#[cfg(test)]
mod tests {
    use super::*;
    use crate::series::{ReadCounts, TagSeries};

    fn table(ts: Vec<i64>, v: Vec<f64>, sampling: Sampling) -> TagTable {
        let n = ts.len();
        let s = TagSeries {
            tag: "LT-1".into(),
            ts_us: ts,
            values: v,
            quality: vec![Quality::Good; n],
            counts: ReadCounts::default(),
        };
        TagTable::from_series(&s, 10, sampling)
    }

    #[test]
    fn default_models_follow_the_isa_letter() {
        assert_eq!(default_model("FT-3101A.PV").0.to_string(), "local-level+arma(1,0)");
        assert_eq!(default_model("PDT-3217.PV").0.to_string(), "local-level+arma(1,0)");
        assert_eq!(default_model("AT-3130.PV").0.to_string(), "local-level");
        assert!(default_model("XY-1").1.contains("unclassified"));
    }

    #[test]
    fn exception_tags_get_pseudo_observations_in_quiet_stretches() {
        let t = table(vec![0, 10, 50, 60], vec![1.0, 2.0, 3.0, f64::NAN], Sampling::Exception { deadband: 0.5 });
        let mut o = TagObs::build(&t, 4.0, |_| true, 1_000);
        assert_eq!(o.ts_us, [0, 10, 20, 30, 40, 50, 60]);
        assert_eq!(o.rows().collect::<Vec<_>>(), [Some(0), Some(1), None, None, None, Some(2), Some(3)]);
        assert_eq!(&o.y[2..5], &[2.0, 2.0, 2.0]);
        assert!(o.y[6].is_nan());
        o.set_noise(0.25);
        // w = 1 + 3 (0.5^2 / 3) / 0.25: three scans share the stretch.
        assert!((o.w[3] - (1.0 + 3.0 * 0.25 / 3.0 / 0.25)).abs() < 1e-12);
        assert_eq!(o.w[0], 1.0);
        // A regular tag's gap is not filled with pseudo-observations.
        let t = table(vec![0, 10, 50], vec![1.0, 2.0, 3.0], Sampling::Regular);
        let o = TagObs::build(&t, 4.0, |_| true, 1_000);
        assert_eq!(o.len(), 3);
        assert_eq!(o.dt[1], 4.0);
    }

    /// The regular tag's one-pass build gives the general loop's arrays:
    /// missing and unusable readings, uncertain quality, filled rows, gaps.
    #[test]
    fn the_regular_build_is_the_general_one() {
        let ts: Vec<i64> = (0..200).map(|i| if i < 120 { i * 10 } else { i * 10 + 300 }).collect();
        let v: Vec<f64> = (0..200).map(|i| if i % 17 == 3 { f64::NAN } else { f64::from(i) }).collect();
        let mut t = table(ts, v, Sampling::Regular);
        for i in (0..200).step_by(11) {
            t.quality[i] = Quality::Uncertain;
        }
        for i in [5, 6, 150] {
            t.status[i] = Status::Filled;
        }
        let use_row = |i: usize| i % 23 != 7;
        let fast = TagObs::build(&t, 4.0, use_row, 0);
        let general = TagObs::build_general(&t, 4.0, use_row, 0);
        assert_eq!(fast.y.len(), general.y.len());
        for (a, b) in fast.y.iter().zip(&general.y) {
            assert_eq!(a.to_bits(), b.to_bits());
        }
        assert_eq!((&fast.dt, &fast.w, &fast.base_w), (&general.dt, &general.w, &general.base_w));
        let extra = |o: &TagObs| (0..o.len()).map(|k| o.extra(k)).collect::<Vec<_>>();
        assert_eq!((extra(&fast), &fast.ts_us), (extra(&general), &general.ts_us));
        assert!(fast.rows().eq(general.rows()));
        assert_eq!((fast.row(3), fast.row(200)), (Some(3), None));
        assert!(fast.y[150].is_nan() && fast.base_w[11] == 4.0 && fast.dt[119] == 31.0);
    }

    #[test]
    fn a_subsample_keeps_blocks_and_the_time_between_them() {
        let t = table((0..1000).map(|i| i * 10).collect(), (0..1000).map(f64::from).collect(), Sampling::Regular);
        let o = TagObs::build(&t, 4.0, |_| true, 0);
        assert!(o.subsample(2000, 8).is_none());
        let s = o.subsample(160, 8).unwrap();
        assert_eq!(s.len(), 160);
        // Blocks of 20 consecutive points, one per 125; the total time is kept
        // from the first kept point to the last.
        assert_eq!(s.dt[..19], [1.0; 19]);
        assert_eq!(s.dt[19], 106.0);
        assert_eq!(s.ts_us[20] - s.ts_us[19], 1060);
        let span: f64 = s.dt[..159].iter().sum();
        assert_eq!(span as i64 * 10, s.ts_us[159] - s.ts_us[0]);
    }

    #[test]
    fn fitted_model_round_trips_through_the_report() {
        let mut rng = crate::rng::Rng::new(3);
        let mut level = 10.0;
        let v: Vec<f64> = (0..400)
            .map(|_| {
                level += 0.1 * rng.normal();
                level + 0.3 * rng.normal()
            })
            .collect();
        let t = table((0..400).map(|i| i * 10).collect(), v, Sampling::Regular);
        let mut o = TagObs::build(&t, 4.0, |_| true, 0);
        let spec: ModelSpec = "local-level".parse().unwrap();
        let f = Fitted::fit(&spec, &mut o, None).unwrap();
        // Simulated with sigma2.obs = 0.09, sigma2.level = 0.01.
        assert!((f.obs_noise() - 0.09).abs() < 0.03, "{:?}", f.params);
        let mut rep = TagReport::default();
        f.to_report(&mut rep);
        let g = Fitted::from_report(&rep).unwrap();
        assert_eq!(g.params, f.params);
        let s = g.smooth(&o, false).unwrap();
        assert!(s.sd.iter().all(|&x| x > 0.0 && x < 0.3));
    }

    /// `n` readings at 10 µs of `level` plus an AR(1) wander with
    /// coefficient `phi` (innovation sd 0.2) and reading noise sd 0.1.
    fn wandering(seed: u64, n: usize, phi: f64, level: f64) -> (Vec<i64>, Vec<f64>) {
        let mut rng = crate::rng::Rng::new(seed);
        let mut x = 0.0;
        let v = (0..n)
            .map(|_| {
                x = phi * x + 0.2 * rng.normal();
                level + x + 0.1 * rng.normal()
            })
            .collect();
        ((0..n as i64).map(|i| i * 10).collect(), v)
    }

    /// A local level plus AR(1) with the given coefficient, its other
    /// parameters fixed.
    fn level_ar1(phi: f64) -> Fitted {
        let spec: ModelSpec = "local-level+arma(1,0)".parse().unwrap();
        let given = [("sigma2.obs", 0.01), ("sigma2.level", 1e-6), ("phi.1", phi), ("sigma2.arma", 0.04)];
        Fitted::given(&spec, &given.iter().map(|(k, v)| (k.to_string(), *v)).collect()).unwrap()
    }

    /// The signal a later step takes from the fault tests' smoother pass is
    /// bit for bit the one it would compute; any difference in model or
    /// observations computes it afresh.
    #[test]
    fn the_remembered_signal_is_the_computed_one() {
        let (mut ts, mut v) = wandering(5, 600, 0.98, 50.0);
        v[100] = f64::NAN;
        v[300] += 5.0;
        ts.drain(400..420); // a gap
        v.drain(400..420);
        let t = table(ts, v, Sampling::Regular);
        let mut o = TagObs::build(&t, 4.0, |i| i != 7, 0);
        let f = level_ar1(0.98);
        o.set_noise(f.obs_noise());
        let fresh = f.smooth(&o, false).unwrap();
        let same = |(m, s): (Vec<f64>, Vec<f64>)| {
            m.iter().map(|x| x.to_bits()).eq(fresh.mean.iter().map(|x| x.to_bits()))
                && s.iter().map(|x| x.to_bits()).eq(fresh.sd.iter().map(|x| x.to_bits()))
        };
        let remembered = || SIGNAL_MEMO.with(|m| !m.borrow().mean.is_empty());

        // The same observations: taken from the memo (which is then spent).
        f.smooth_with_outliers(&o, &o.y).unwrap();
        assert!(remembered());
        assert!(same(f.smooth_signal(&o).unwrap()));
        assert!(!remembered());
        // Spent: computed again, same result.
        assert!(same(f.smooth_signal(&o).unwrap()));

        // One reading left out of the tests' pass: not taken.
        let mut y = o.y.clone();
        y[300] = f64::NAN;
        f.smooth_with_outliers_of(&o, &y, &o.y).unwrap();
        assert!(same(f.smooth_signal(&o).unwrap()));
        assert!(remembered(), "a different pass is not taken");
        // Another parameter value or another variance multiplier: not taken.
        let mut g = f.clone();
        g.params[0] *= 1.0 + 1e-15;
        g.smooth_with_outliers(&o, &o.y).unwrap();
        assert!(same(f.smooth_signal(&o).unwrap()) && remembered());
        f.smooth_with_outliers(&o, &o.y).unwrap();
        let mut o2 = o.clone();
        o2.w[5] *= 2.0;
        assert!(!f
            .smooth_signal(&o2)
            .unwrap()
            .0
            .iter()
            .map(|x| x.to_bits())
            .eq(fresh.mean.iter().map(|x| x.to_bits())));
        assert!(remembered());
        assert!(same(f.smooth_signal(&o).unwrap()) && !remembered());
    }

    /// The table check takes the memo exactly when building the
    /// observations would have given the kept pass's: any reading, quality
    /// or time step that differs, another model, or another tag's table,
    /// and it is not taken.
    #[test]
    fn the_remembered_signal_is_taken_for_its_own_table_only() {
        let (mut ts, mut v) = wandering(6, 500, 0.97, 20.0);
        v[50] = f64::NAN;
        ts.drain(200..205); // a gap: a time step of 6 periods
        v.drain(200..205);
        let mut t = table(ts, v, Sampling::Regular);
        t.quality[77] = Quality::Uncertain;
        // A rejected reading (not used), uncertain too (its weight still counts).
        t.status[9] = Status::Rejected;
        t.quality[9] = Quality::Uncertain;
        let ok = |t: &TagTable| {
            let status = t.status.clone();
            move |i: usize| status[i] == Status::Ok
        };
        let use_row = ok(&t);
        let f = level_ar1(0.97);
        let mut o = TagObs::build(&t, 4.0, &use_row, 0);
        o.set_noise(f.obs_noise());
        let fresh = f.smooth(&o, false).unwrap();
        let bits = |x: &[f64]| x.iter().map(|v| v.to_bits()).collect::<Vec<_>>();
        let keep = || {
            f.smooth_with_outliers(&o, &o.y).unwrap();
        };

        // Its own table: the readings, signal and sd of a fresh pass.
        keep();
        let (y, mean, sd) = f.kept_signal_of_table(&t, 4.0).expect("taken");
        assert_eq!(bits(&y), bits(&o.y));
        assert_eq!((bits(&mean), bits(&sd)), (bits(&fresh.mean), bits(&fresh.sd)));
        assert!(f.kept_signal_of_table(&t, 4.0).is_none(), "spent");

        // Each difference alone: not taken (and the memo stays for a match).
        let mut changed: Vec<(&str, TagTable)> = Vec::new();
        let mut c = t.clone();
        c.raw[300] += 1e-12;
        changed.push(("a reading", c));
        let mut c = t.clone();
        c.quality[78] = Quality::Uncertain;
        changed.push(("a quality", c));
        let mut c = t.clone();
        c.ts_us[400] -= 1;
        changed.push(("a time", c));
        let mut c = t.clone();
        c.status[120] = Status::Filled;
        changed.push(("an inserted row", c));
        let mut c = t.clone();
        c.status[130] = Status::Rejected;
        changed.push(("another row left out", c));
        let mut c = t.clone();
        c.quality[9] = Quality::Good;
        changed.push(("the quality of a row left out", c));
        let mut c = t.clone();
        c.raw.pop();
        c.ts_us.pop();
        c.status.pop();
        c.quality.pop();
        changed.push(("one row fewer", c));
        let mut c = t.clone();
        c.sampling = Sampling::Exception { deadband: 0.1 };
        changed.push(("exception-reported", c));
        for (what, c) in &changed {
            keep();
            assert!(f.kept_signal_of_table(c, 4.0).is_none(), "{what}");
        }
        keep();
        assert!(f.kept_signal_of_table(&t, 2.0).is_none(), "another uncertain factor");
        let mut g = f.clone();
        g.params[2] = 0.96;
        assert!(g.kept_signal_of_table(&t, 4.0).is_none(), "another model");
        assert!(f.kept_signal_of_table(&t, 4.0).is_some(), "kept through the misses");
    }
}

---

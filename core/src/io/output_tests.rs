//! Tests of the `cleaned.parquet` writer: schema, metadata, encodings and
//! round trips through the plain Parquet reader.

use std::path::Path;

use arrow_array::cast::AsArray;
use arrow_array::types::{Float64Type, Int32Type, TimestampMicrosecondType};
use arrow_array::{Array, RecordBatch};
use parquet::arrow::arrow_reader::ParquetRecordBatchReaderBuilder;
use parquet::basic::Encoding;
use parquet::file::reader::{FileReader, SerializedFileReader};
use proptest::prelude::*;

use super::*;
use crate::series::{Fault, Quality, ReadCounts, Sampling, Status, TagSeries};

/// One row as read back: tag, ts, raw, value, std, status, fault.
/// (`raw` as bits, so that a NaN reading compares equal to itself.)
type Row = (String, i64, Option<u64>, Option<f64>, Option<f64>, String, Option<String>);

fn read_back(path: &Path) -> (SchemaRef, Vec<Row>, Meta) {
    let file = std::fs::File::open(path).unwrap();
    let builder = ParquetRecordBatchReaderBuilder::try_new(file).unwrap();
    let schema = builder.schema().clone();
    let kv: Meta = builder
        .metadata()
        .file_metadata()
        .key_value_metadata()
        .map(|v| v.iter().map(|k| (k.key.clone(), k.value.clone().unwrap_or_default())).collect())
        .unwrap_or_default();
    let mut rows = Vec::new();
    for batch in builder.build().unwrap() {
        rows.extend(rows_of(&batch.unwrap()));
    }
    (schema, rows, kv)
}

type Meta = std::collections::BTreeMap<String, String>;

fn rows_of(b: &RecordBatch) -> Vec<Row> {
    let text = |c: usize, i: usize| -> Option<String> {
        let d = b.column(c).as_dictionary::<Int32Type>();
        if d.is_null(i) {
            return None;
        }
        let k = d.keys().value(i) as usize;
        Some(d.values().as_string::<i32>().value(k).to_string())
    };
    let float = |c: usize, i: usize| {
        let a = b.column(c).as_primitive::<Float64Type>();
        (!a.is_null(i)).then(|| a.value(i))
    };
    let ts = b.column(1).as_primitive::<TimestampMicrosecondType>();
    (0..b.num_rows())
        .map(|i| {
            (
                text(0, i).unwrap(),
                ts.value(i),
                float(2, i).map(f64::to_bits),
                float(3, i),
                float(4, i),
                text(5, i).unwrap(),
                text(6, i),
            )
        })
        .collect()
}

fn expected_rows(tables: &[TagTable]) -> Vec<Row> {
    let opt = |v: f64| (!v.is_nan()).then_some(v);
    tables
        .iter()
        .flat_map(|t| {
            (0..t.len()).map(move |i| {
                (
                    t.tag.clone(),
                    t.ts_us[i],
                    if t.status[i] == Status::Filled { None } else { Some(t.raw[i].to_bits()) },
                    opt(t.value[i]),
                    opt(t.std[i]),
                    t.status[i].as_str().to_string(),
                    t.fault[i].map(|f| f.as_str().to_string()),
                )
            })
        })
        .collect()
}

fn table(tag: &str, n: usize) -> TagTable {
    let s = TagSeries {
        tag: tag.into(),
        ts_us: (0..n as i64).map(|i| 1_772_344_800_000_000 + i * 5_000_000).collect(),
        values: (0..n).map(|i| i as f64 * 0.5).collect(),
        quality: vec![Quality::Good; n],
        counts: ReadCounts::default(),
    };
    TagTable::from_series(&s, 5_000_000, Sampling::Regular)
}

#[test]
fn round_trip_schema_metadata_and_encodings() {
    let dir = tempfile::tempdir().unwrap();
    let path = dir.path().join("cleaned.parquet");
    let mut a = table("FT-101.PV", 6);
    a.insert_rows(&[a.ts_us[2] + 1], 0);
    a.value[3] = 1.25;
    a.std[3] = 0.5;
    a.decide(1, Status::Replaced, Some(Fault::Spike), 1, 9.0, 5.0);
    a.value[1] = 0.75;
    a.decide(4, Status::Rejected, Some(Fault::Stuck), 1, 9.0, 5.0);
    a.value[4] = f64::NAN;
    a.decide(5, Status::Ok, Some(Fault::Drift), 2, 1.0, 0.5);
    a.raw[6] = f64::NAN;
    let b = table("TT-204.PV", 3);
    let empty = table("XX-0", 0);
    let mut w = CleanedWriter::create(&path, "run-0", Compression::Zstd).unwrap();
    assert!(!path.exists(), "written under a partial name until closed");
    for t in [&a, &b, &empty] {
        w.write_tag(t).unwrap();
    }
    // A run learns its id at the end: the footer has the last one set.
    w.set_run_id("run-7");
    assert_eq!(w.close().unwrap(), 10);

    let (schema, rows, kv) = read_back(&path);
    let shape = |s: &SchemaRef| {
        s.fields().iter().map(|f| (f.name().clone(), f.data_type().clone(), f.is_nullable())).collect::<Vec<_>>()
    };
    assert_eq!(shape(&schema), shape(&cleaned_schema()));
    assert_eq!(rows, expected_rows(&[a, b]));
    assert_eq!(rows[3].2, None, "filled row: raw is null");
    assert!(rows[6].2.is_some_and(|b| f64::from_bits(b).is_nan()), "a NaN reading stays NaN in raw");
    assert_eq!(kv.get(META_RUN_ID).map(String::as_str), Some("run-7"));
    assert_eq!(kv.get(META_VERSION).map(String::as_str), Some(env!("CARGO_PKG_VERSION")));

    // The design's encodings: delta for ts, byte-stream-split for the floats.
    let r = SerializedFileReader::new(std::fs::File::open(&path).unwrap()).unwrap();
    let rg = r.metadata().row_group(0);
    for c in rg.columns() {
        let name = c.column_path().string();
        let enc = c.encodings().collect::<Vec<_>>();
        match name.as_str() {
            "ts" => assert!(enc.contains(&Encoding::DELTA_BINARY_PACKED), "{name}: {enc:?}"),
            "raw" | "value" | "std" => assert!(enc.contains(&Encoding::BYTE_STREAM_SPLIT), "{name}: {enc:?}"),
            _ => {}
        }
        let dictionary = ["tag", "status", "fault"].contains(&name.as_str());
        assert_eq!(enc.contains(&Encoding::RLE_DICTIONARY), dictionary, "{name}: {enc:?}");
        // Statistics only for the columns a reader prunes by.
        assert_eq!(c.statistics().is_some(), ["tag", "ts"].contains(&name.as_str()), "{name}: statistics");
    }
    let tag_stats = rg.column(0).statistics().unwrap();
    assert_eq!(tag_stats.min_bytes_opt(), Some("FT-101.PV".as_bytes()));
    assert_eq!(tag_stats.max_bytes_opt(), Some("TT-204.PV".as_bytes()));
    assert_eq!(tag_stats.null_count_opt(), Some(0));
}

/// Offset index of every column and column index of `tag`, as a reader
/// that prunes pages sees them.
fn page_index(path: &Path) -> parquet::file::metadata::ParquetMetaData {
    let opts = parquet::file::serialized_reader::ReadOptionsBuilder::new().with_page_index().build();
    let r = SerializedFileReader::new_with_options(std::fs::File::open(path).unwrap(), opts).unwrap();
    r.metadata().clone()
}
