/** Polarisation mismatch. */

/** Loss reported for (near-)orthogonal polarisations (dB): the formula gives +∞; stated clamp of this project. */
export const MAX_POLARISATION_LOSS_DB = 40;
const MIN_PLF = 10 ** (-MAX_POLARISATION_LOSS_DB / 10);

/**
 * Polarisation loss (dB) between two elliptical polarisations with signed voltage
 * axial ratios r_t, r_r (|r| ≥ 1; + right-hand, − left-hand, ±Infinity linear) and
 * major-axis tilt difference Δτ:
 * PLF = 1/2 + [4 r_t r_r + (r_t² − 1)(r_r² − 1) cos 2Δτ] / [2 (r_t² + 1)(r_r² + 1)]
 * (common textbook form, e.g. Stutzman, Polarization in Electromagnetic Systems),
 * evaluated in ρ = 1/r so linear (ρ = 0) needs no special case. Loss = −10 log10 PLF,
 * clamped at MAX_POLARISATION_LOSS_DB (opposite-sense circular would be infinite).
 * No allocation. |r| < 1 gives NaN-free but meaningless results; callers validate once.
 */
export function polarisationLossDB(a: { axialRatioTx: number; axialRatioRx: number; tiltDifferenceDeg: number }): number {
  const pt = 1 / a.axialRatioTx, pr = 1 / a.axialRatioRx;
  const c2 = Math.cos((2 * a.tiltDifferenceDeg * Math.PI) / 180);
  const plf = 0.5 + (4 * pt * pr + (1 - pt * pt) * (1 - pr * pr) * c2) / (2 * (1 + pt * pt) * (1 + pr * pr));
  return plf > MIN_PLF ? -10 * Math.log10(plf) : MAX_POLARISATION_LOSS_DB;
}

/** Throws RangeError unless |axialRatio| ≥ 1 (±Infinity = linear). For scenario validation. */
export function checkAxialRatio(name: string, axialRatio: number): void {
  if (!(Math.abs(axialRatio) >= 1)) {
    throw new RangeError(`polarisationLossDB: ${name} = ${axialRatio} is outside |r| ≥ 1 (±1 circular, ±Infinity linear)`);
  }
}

---

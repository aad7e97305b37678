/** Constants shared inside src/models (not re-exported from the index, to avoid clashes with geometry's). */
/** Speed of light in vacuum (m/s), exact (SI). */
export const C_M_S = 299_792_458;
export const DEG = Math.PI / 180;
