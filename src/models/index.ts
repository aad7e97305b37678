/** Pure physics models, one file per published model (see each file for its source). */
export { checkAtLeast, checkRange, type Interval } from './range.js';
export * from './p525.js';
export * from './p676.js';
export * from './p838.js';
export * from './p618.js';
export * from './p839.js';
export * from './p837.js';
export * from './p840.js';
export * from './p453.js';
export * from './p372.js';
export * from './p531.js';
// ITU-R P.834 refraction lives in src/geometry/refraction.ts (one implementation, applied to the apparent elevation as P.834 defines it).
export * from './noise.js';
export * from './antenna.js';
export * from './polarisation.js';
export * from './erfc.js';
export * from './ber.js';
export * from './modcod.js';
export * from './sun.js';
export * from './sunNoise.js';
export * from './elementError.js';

---

Among the records above, how many lines contain the word "Good"? Answer with the number by itself.

▸ Written reply:
3